Ich habe mir in letzter Zeit angewöhnt, an Samstagabenden bei meiner Oma zu übernachten, selbst wenn meine Eltern gar nicht ausgehen. Meine Oma erlaubt mir nämlich, so lange fernzusehen wie ich möchte. Als ich eines Sonnabends an ihrer Wohnungstür klingele, öffnet sie mir erfreut und fragt mich lachend, ob es wieder einen Western im Spätprogramm gäbe. Ich sage schnell „Weiß nicht!“ und drücke mich an ihr vorbei in die Wohnung, damit sie die Schamesröte in meinem Gesicht nicht sieht. Sie glaubt mir, obwohl sie weiß, dass ich lüge. Ich bin erst 11 und verstehe noch rein gar nichts vom Leben, aber mir wird klar, dass dies kein Widerspruch ist, sondern Liebe. Ich besuche sie in Zukunft noch häufiger – und niemals mehr wegen eines John Wayne-Films.

/ 1984

Ich werde an meiner Schule erpresst.
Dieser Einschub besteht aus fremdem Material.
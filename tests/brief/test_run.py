"""A brief runs in a fresh kernel of this interpreter, and its stills are drawn at the end."""

from __future__ import annotations

import asyncio
import os
import sys
import time
from pathlib import Path

import pytest

from briefkit.brief import run
from briefkit.brief.run import Picture, Words
from briefkit.errors import BuildError

WHOSE = (
    "import os, sys\n"
    f"assert sys.executable == {sys.executable!r}, sys.executable\n"
    "assert os.getcwd() == {folder!r}, os.getcwd()\n"
    "open('pid', 'w').write(str(os.getpid()))\n"
    "print('for the author')"
)
STORED = [
    {"output_type": "display_data", "metadata": {}, "data": {"text/html": "<b>STORED</b>", "text/plain": "STORED"}},
    {"output_type": "error", "ename": "E", "evalue": "STORED", "traceback": []},
]


def ended(pid_file: Path) -> bool:
    """Whether the process whose number stands in a file is gone, within two seconds."""
    for _ in range(20):
        try:
            os.kill(int(pid_file.read_text()), 0)
        except ProcessLookupError:
            return True
        time.sleep(0.1)
    return False


@pytest.mark.slow
def test_fresh_kernel_final_state_and_order(tmp_path, nb):
    notebook = nb.write(
        tmp_path / "brief.ipynb",
        nb.text("Before."),
        nb.code(WHOSE.replace("{folder!r}", repr(str(tmp_path))), outputs=STORED, execution_count=9),
        nb.code(nb.slider, outputs=STORED),
        nb.text("Between."),
        nb.code("slider.value = 7;"),
        nb.code("slider"),
        kernel="no-such-kernel",
    )
    ran = run.run(notebook)
    assert [type(block) for block in ran.blocks] == [Words, Picture, Words, Picture]
    assert [block.text for block in ran.blocks if isinstance(block, Words)] == ["Before.", "Between."]
    pictures = [block.html for block in ran.blocks if isinstance(block, Picture)]
    # shown at 3 and again at 7: both stills are of the end
    assert all("<dd>7</dd>" in html and "<dt>Mass</dt>" in html for html in pictures)
    assert "STORED" not in repr(ran)
    assert ran.notes == ("code cell 1 (import os, sys) printed 'for the author': not on the page",)
    assert ended(tmp_path / "pid")
    assert "STORED" in notebook.read_text(), "the author's file is left as it was"


# after a first cell that shows a slider: source, tags, message
FAILING = {
    "error": ("1 / 0  # a comment", [], r"code cell 2 \(1 / 0  # a comment\): ZeroDivisionError: division by zero"),
    "plain object": ("{'onset': 96.4}", [], r"code cell 2 .*shows \"\{'onset': 96.4\}\", which has no still"),
    "html of another kind": ("from IPython.display import HTML\nHTML('<b>98 kt</b>')", [], "has no still"),
    "widget without a still": ("ipywidgets.Image()", [], "code cell 2 .*no still: cannot put a Image"),
    "closed before the end": ("slider.close()", [], r"code cell 1 .*was closed before the end"),
    "figure in an output box": (
        "box = ipywidgets.Output()\nwith box:\n    display(slider)\nbox",
        [],
        "an Output box shows a figure or an error",
    ),
    "error marked as expected": ("raise ValueError('late')", ["raises-exception"], "ValueError: late"),
    "cell marked to be skipped": ("1 / 0", ["skip-execution"], "ZeroDivisionError"),
    "asks its author": ("input('mass?')", [], "StdinNotImplementedError"),
    "our own error keeps every line": (
        "from briefkit.errors import *\nraise FaultyFile([Fault('a', 'b', 'c', 'd'), Fault('e', 'f', 'g', 'h')])",
        [],
        r"code cell 2 \(from briefkit.errors import \*\): 2 faults:\n.*a: b: read c.*\n.*e: f: read g",
    ),
    "kernel ends": ("import os\nos._exit(3)", [], r"code cell 2 \(import os\): the kernel ended while it ran"),
}


@pytest.mark.slow
@pytest.mark.parametrize("case", FAILING, ids=str)
def test_a_failing_cell_is_named_in_a_sentence(tmp_path, case, nb):
    source, tags, message = FAILING[case]
    first = nb.code("import os\nopen('pid', 'w').write(str(os.getpid()))\n" + nb.slider)
    cell = nb.code(source, metadata={"tags": tags})
    notebook = nb.write(tmp_path / "brief.ipynb", nb.text("words"), first, cell)
    with pytest.raises(BuildError, match=message) as caught:
        run.run(notebook)
    assert "Traceback" not in str(caught.value)
    assert "\x1b" not in str(caught.value)
    assert ended(tmp_path / "pid")


@pytest.mark.slow
def test_a_cell_that_does_not_end_is_ended(tmp_path, monkeypatch, nb):
    monkeypatch.setattr(run, "CELL_SECONDS", 1)
    sleeper = "import os, time\nopen('pid', 'w').write(str(os.getpid()))\ntime.sleep(600)"
    notebook = nb.write(tmp_path / "brief.ipynb", nb.code(sleeper))
    with pytest.raises(BuildError, match=r"code cell 1 \(import os, time\): still running after 1 s"):
        run.run(notebook)
    assert ended(tmp_path / "pid")


@pytest.mark.slow
def test_a_kernel_that_cannot_start_says_why(tmp_path, monkeypatch, nb):
    broken = [sys.executable, "-c", "import sys; sys.exit('no ipykernel here')"]
    monkeypatch.setattr(
        run.OwnInterpreter,
        "get_kernel_spec",
        lambda *_: run.KernelSpec(argv=broken, display_name="x", language="python"),
    )
    notebook = nb.write(tmp_path / "brief.ipynb", nb.code("1"))
    with pytest.raises(BuildError, match="the kernel did not start: no ipykernel here"):
        run.run(notebook)


@pytest.mark.slow
def test_from_inside_a_running_loop(tmp_path, nb):
    """A notebook server exports from inside its own event loop."""
    notebook = nb.write(tmp_path / "brief.ipynb", nb.code(nb.slider))

    async def export() -> run.Ran:
        return run.run(notebook)

    ran = asyncio.run(export())
    assert isinstance(ran.blocks[0], Picture)


@pytest.mark.slow
def test_no_profile_history_or_start_file_of_the_machine(tmp_path, monkeypatch, nb):
    profile = tmp_path / "ipython" / "profile_default" / "startup"
    profile.mkdir(parents=True)
    (profile / "00.py").write_text("planted = 1")
    (tmp_path / "start.py").write_text("planted = 1")
    monkeypatch.setenv("IPYTHONDIR", str(tmp_path / "ipython"))
    monkeypatch.setenv("PYTHONSTARTUP", str(tmp_path / "start.py"))
    notebook = nb.write(
        tmp_path / "brief.ipynb",
        nb.code("assert 'planted' not in globals()\nassert not get_ipython().history_manager.enabled"),
    )
    assert run.run(notebook) == run.Ran((), ())


@pytest.mark.parametrize("content", ["", "{", "[]", '{"cells": 3}', '{"nbformat": 4, "cells": [{}]}', "\0\1"])
def test_a_damaged_notebook_is_a_sentence(tmp_path, content):
    notebook = tmp_path / "brief.ipynb"
    notebook.write_text(content)
    with pytest.raises(BuildError, match=r"brief.ipynb: not a notebook, or a damaged one"):
        run.read_notebook(notebook)


def test_a_notebook_that_is_not_there_or_too_large(tmp_path, monkeypatch, nb):
    with pytest.raises(BuildError, match=r"brief.ipynb: cannot be read \(No such file"):
        run.read_notebook(tmp_path / "brief.ipynb")
    monkeypatch.setattr(run, "_LARGEST_NOTEBOOK", 100)
    notebook = nb.write(tmp_path / "brief.ipynb", nb.text("x" * 200))
    with pytest.raises(BuildError, match="larger than 100 bytes; clear its outputs"):
        run.read_notebook(notebook)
Ein sehr großer und kräftiger Junge droht mir, mich zu verprügeln, wenn ich ihm nicht jeden Tag eine Mark gebe. Sechs Wochen lang bringe ich ihm jeden Morgen eine Mark – von dem Geld, das ich für ein neues Fahrrad gespart hatte. Dann beschließe ich, dass das so nicht weitergehen kann, mehr aus Vernunft und auf der Basis buchhalterischer Kalkulationen denn aus Heldentum. Ich sage dem Jungen, dass ich ihm kein Geld mehr bringen würde und es passiert: gar nichts.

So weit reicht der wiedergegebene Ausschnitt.